Mixed Economy: the combination of public and private sectors which determine the allocation of resources.
The role of markets in allocating resources
Market - a set of arrangements that brings together all producers and consumers of a good or service so that they may engage in trade and exchange.
Market outcomes
Market equilibrium is when at a given price, when quantity supplied is exactly equal to quantity demanded
Market disequilibrium is when at a given price, when quantity supplied is not exactly equal to quantity demanded or consumed
How does the price mechanism work?
High or rising market prices provide private firms with important signals about what products consumers want and what amount they are willing to pay for it. This helps them identify what products are profitable to produce. In the same way, market price acts as a signal for firms to move their resources to the production of more profitable goods and services when the demand for the product falls.
It is defined as changes in market prices that provide the means by which decisions taken by private firms and consumers interact to determine how scarce resources are allocated between their competing uses.

At price P1, the quantity demanded is d, whereas the quantity supplied is s.
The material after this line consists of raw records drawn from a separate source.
# window fits ------------------------------------------------------------------------------------
@dataclass(frozen=True, eq=False)
class _WindowFit:
    coef: FloatArray  # intercept (at the centre the fit was asked for), then slopes
    bread: FloatArray  # (X^T X)^{-1} in the same parametrization
    rss: float


def _fit(moments: Moments, where: str, centre: FloatArray | None = None) -> _WindowFit:
    """Least squares from statistics, with the predictors measured from ``centre``.

    The one place that turns statistics into a fit: ``k >= 1`` goes through :func:`fit_moments`
    (its rank and constant-predictor checks included), ``k = 0`` is the mean.
    """
    k = moments.dim - 1
    if centre is not None and k > 0:
        shift = np.concatenate([centre, [0.0]])
        moments = Moments(moments.n, moments.mean - shift, moments.comoment,
                          moments.minimum - shift, moments.maximum - shift)
    try:
        if k == 0:
            if moments.n <= 1:
                raise DegenerateDataError(
                    "a fit with 1 coefficient needs more than 1 row to estimate its error; "
                    f"got {moments.n}")
            return _WindowFit(moments.mean.copy(), np.array([[1.0 / moments.n]]),
                              float(moments.comoment[0, 0]))
        fit = fit_moments(moments)
    except DegenerateDataError as exc:
        raise DegenerateDataError(f"{where}: {exc}") from exc
    return _WindowFit(fit.coef, fit.cov_unscaled, fit.rss)


def _rss(moments: Moments, where: str) -> float:
    return _fit(moments, where).rss


def _segment_rss(table: DayMoments) -> FloatArray:
    """The least-squares RSS of every entry of ``table`` at once (batched solves).

    NaN where a fit is undefined: no more rows than coefficients, a constant predictor, or
    predictors collinear within the precision that co-moments allow (the same limits as
    :func:`~monitor.stats.ols.fit_moments`).
    """
    k = table.dim - 1
    n = np.asarray(table.n)
    myy = table.comoment[:, k, k]
    if k == 0:
        return np.where(n > 1, myy, np.nan)
    mxx = table.comoment[:, :k, :k]
    mxy = table.comoment[:, :k, k]
    variances = np.einsum("dii->di", mxx)
    tiny = n[:, None] * (64 * _EPS * np.maximum(np.abs(table.mean[:, :k]), 1.0)) ** 2
    ok = (n > k + 1) & np.all(variances > tiny, axis=1)
    scale = np.sqrt(np.where(ok[:, None], variances, 1.0))
    corr = np.where(ok[:, None, None], mxx / (scale[:, :, None] * scale[:, None, :]),
                    np.eye(k))
    eig = np.linalg.eigvalsh(corr)
    ok &= eig[:, 0] > (16 * np.sqrt(_EPS)) ** 2 * eig[:, -1]
    slopes = np.linalg.solve(corr, (mxy / scale)[..., None])[..., 0] / scale
    rss = myy - np.einsum("dj,dj->d", mxy, slopes)
    return np.where(ok, np.maximum(rss, 0.0), np.nan)


def _f_ratio(extra: float, df_num: int, rss: float, df_den: int) -> float:
    """``(extra / df_num) / (rss / df_den)``; rounding can make ``extra`` slightly negative."""
    if not rss > 0.0 or df_den <= 0:
        return float("nan")
    return max(extra, 0.0) / df_num / (rss / df_den)


def _result(name: str, statistic: float, df_num: int, df_den: int,
            n_clusters: int | None = None) -> FTest:
    if math.isnan(statistic):
        return _undefined(name, df_num, df_den, "the unrestricted model fits exactly (RSS = 0)",
                          n_clusters)
    p_value = float(tails.f_sf(statistic, df_num, df_den))
    return FTest(name, statistic, p_value, df_num, df_den, n_clusters)


def _undefined(name: str, df_num: int, df_den: int, reason: str,
               n_clusters: int | None = None) -> FTest:
    warnings.warn(f"{name} test undefined: {reason}", DegenerateDataWarning, stacklevel=3)
    nan = float("nan")
    return FTest(name, nan, nan, df_num, df_den, n_clusters, reason)


def _check_dims(a: Moments | DayMoments, b: Moments | DayMoments) -> int:
    if a.dim != b.dim:
        raise ValueError(f"the windows hold {a.dim} and {b.dim} columns; they must match")
    if a.dim < 1:
        raise ValueError("statistics need at least the response column")
    return a.dim


# two-window tests -------------------------------------------------------------------------------
def chow_test(reference: Moments, recent: Moments) -> FTest:
    """Chow (1960) F for equality of all ``p`` coefficients in the two windows.

    ``F = ((RSS_pooled - RSS_1 - RSS_2) / p) / ((RSS_1 + RSS_2) / (n1 + n2 - 2p))``.
    """
    p = _check_dims(reference, recent)
    df_den = reference.n + recent.n - 2 * p
    try:
        rss1 = _rss(reference, "reference window")
        rss2 = _rss(recent, "recent window")
        rss0 = _rss(reference.merge(recent), "both windows pooled")
    except DegenerateDataError as exc:
        return _undefined("chow", p, df_den, str(exc))
    return _result("chow", _f_ratio(rss0 - rss1 - rss2, p, rss1 + rss2, df_den), p, df_den)


def slope_change_test(reference: Moments, recent: Moments) -> FTest:
    """F test that the ``k`` slopes are equal while each window keeps its own intercept.

    Restricted model: separate intercepts, common slopes; its RSS comes from the pooled
    within-window co-moments ``M1 + M2`` (no between-window term). Unrestricted: separate fits.
    ``F = ((RSS_r - RSS_1 - RSS_2) / k) / ((RSS_1 + RSS_2) / (n1 + n2 - 2p))``.
    """
    p = _check_dims(reference, recent)
    k = p - 1
    if k == 0:
        raise ValueError("an intercept-only model has no slopes to test; use chow_test")
    df_den = reference.n + recent.n - 2 * p
    try:
        rss1 = _rss(reference, "reference window")
        rss2 = _rss(recent, "recent window")
        pooled = reference.merge(recent)
        within = Moments(pooled.n, pooled.mean, reference.comoment + recent.comoment,
                         pooled.minimum, pooled.maximum)
        rss_r = _rss(within, "both windows with separate intercepts")
    except DegenerateDataError as exc:
        return _undefined("slope", k, df_den, str(exc))
    return _result("slope", _f_ratio(rss_r - rss1 - rss2, k, rss1 + rss2, df_den), k, df_den)


def predictive_failure_test(reference: Moments, recent: Moments) -> FTest:
    """Chow's (1960) predictive-failure F: do the recent rows fit the reference model?

    ``F = ((RSS_pooled - RSS_1) / n2) / (RSS_1 / (n1 - p))`` with ``(n2, n1 - p)`` degrees of
    freedom; it equals the F test of one dummy per recent row, and needs no fit on the recent
    window, so it works when that window has fewer rows than ``p``.
    """
    p = _check_dims(reference, recent)
    n2 = recent.n
    df_den = reference.n - p
    if n2 == 0:
        return _undefined("predictive", n2, df_den, "the recent window has no rows")
    try:
        rss1 = _rss(reference, "reference window")
        rss0 = _rss(reference.merge(recent), "both windows pooled")
    except DegenerateDataError as exc:
        return _undefined("predictive", n2, df_den, str(exc))
    return _result("predictive", _f_ratio(rss0 - rss1, n2, rss1, df_den), n2, df_den)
At that given price(P1), the quantity supplied exceeds the quantity demanded resulting in excess supply or surplus. As a result, prices of that good or service could fall.
At price P2, the quantity demanded is d1, whereas the quantity supplied is s1. At that given price(P2),the quantity demanded exceeds the quantity supplied resulting in excess demand or shortage. As a result, the price of that good or service could rise.
At price P, the quantity supplied is exactly equal to the quantity demanded resulting in market equilibrium.